Legitimate cryptocurrency investment operations are few and far between and often reserved for accredited investors. Generally, the Securities and Exchange Commission uses the term accredited investor to refer to investors who are financially sophisticated and have a reduced need for the protection provided by regulatory disclosure filings. Accredited investors include high net worth individuals, banks, insurance companies, brokers, and trusts. Legitimate cryptocurrency operations offering investments to the general public must comply with stringent disclosure and registration requirements. For starters, the operation must accurately disclose the location of the operations, the identity of its principals, the business qualifications and repute of its principals, the operation’s assets, liabilities, capitalization, and other financial information necessary to ascertain the operation’s ability to pay the promised return to investors. In addition, representations touting the profitability of an investment in cryptocurrency harvesting programs may be materially misleading or otherwise likely to deceive the public if they do not disclose the risks associated with cryptocurrencies, such as the negative impact of government action and legislation, system failure, technical failure or deficient source code, and the threat of competition with other cryptocurrencies. Moreover, legitimate cryptocurrency investment operations must disclose the risks associated with cryptocurrency harvesting, such as the cost of electricity used to power and cool cryptocurrency mining hardware, whether the difficulty of mining may increase over time, whether a system or technical failure may impact the efficiency of a cryptocurrency harvesting platform, as well as the threats posed by hacking incidents or other malicious attacks on the entities’ operations. If you receive an advertisement for the sale of cryptocurrency and cryptocurrency harvesting products as investments, and you are not allowed to view this type of information, chances are high that the operation is not legitimate.
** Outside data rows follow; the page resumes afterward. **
"""The keying screen: one pass, form after form, eyes on the paper.

A view over :class:`~tui.screens.keying_model.KeyingModel`. The one
:class:`~tui.widgets.field_editor.FieldEditor` holds focus for the whole
sitting and calls back into this screen for every key that matters; the
screen asks the model to act, then repaints only what changed (the editor,
two lines of the field list, a few fixed-size text lines), so the cost of a
key does not grow with the number of fields.
"""

from __future__ import annotations

from textual.app import ComposeResult
from textual.binding import Binding
from textual.screen import Screen
from textual.widgets import Footer, Static

from core.values import BLANK, ILLEGIBLE

from ..widgets.field_editor import FieldEditor
from ..widgets.field_list import FieldList
from .keying_model import (
    AUTO_ADVANCE_SETTING,
    CHOOSE_MODE,
    FIELD_MODE,
    ID_MODE,
    REVIEW_MODE,
    KeyingModel,
)


class KeyingScreen(Screen):
    """Keying one pass of a study as one keyer."""

    BINDINGS = [
        Binding("f6", "toggle_auto_advance", "auto-advance", id="keying.auto-advance"),
    ]

    def __init__(self, study, pass_no: int, keyer: str, *, can_leave: bool = False, **kwargs):
        super().__init__(**kwargs)
        self.model = KeyingModel(study, pass_no, keyer)
        self.can_leave = can_leave
        """True when opened from home: Esc at the participant-ID prompt goes back there."""
        self._flags: dict[int, str] = {}
        self._absorb_enter = False
        """True right after auto-advance moved on: the keyer's habitual Enter is absorbed."""
        self._shown: tuple[str, int | None, int | None] | None = None

    def compose(self) -> ComposeResult:
        m = self.model
        yield Static("", id="keying-header", markup=False)
        yield FieldList(
            m.names, [v.label for v in m.variables], [v.section for v in m.variables],
            self._describe, id="field-list",
        )
        yield Static("", id="field-detail", markup=False)
        yield FieldEditor(self, id="field-editor")
        yield Static("", id="keying-message", markup=False)
        yield Static("", id="keying-status", markup=False)
        yield Footer()

    def on_mount(self) -> None:
        self.editor = self.query_one(FieldEditor)
        self.field_list = self.query_one(FieldList)
        self.header = self.query_one("#keying-header", Static)
        self.detail = self.query_one("#field-detail", Static)
        self.message_line = self.query_one("#keying-message", Static)
        self.status_line = self.query_one("#keying-status", Static)
        self.editor.focus()
        self._sync(reload=True)

    # ------------------------------------------------------------- editor calls

    def editor_character(self, character: str) -> bool:
        """A printable key; True when the screen used it (choices), False to type it."""
        m = self.model
        if m.mode == CHOOSE_MODE:
            m.choose(character)
            self._sync(reload=True)
            return True
        if m.mode == REVIEW_MODE:
            m.message = "The form is in review: Enter finishes it, ↑ goes back to its fields."
            self._sync()
            return True
        return False

    def editor_changed(self, text: str) -> None:
        m = self.model
        m.text_changed(text)
        self._absorb_enter = False
        # Only fields auto-advance. The participant ID always takes Enter, as its
        # prompt says: a keyer's habitual Enter after an ID that moved on by itself
        # would otherwise record the form's first field as blank on paper.
        if m.mode == FIELD_MODE and text and m.reaches_width(text):
            self.editor_confirm(text)
            # Auto-advance stands in for the keyer's Enter, so the Enter a keyer
            # presses out of habit right after is taken as that one: the keys for a
            # form are the same with auto-advance on or off (value ⏎, and a second ⏎
            # to keep a warned value). Otherwise it would record the next field
            # blank and shift every later value by one field.
            self._absorb_enter = True

    def editor_confirm(self, text: str) -> None:
        m = self.model
        if self._absorb_enter:
            self._absorb_enter = False
            return
        if m.mode == ID_MODE:
            m.submit_id(text)
        elif m.mode == FIELD_MODE:
            if not m.confirm(text):
                self._sync()
                return
        elif m.mode == REVIEW_MODE:
            m.finish()
        else:
            return
        self._sync(reload=True)

    def editor_tab(self, text: str) -> None:
        """Tab confirms like Enter; in the review it goes to the first flagged field."""
        if self.model.mode == REVIEW_MODE:
            self._absorb_enter = False
            self.model.next_flagged()
            self._sync(reload=True)
        else:
            self.editor_confirm(text)

    def editor_page(self, direction: int) -> None:
        """PageUp/PageDown scroll the field list (the editor keeps its place)."""
        if direction < 0:
            self.field_list.scroll_page_up(animate=False)
        else:
            self.field_list.scroll_page_down(animate=False)

    def editor_back(self) -> None:
        self._absorb_enter = False
        m = self.model
        if m.mode == CHOOSE_MODE:
            m.cancel()
        elif m.mode in (FIELD_MODE, REVIEW_MODE):
            m.back()
        self._sync(reload=True)

    def editor_illegible(self) -> None:
        self._absorb_enter = False
        m = self.model
        if m.mode == FIELD_MODE:
            m.mark_illegible()
            self._sync(reload=True)
        elif m.mode == ID_MODE:
            m.message = "A form needs a participant ID: key the digits you can read."
            self._sync()

    def editor_escape(self) -> None:
        self._absorb_enter = False
        m = self.model
        if m.mode in (FIELD_MODE, REVIEW_MODE):
            left = m.form_id
            m.cancel()
            m.message = (f"Form {left} left unfinished; everything confirmed is saved. "
                         "Type its participant ID to go on with it.")
        elif m.mode == CHOOSE_MODE:
            m.cancel()
        elif self.can_leave:
            self.dismiss()
            return
        self._sync(reload=True)

    def action_toggle_auto_advance(self) -> None:
        m = self.model
        m.auto_advance = not m.auto_advance
        m.study.set_setting(AUTO_ADVANCE_SETTING, "on" if m.auto_advance else "off", m.keyer)
        m.message = f"Auto-advance at a field's width is {'on' if m.auto_advance else 'off'}."
        self._sync()

    # ------------------------------------------------------------- painting

    def _describe(self, index: int) -> tuple[str, str]:
        """This pass's value of field ``index`` for the list, and its review flag."""
        m = self.model
        if m.form_id is None:
            return "", ""
        name = m.names[index]
        state = m.states.get(name)
        if state is None:
            value = "·"
        elif state == BLANK:
            value = "(blank)"
        elif state == ILLEGIBLE:
            value = "(illegible)"
        else:
            value = m.texts.get(name) or ""
        return value, self._flags.get(index, "")

    def _sync(self, reload: bool = False) -> None:
        """Repaint after the model acted; the editor is reloaded only when the place changed.

        A warning leaves the keyer's text in the editor (so a second Enter keeps it).
        """
        m = self.model
        shown = (m.mode, m.form_id, m.cursor)
        if m.mode == REVIEW_MODE:
            self._flags = {f.index: f.text for f in m.flags()}
        elif self._flags:
            self._flags = {}
        if reload and shown != self._shown:
            self._load_editor()
        if shown[:2] != (self._shown or (None, None))[:2] or m.mode == REVIEW_MODE:
            self.field_list.refresh()  # new form or review flags: repaint the visible window
        elif self._shown is not None and self._shown[2] is not None:
            self.field_list.refresh_field(self._shown[2])
        self.field_list.show(m.cursor if m.mode == FIELD_MODE else None)
        self._shown = shown
        self.detail.update(self._detail_text(), layout=False)
        self.message_line.update(m.message, layout=False)
        self.header.update(self._header_text(), layout=False)
        self.status_line.update(self._status_text(), layout=False)

    def _load_editor(self) -> None:
        m = self.model
        if m.mode == FIELD_MODE:
            name = m.names[m.cursor]
            state = m.states.get(name)
            hint = "illegible: Enter keeps, type to change" if state == ILLEGIBLE else \
                "Enter on empty = blank on paper · * = illegible"
            self.editor.load(m.texts.get(name) or "", hint)
        elif m.mode == ID_MODE:
            self.editor.load("", "participant ID of the next form")
        elif m.mode == CHOOSE_MODE:
            self.editor.load("", "press a number from the list")
        else:
            self.editor.load("", "Enter finishes this form")

    def _header_text(self) -> str:
        m = self.model
        form = f" · form {m.form_id}" if m.form_id is not None else ""
        return (f"Pass {m.pass_no} · keyer {m.keyer}{form} · forms done in this pass "
                f"{m.forms_done} · the other pass has {m.other_pass_forms} forms")

    def _status_text(self) -> str:
        m = self.model
        auto = "on" if m.auto_advance else "off"
        return (f"fields this sitting {m.sitting_fields} · {m.fields_per_minute:.1f} fields "
                f"per minute · forms done {m.forms_done} · auto-advance {auto}")

    def _detail_text(self) -> str:
        m = self.model
        if m.mode == ID_MODE:
            lines = ["New form: type the participant ID written on it, then Enter."]
            waiting = m.unfinished_forms()
            if waiting:
                listed = ", ".join(p or f"form {f}" for f, p in waiting[:8])
                more = f" and {len(waiting) - 8} more" if len(waiting) > 8 else ""
                lines.append(f"Unfinished in this pass: {listed}{more}.")
            return "\n".join(lines)
        if m.mode == CHOOSE_MODE:
            return "\n".join(m.choice_lines())
        if m.mode == REVIEW_MODE:
            n = len(self._flags)
            if n:
                named = ", ".join(f"{m.names[i]} ({why})" for i, why in
                                  list(self._flags.items())[:4])
                flagged = f"{n} field(s) marked !: {named}{' …' if n > 4 else ''}"
            else:
                flagged = "nothing flagged"
            return (f"Review of form {m.form_id} (participant {m.pending_id or '?'}): "
                    f"{flagged}.\nEnter finishes the form · Tab goes to the first flagged "
                    "field · ↑ the last field · PgUp/PgDn scroll · Esc leaves it unfinished.")
        var = m.variables[m.cursor]
        page = f"page {var.section}" if var.section.isdigit() else var.section
        section = f"{page} · " if page else ""
        skipped = "" if m.applies(m.cursor) else \
            f"\ndoes not apply here ({var.applies_if} is false): Enter for blank"
        return (f"{section}{var.name}  {var.label}\nallowed: {m.allowed[m.cursor]}"
                f"{' · required' if var.required else ''}{skipped}")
The last order entered by the Texas State Securities Board was in 2019. However, the interest in Bitcoin and other cryptocurrencies, such as Ethereum, Litecoin, and Dogecoin (which started off as a joke), has only heightened since then. As the public increasingly looks to cryptocurrencies as investment and speculation vehicles, the number and complexity of bad actors seeking to defraud the public grows with it. Paired with the limited resources and general reluctance of the Securities and Exchange Commission and the Texas State Securities Board to regulate in the area of cryptocurrencies, investors should be increasingly aware of the benefits and risks of cryptocurrencies.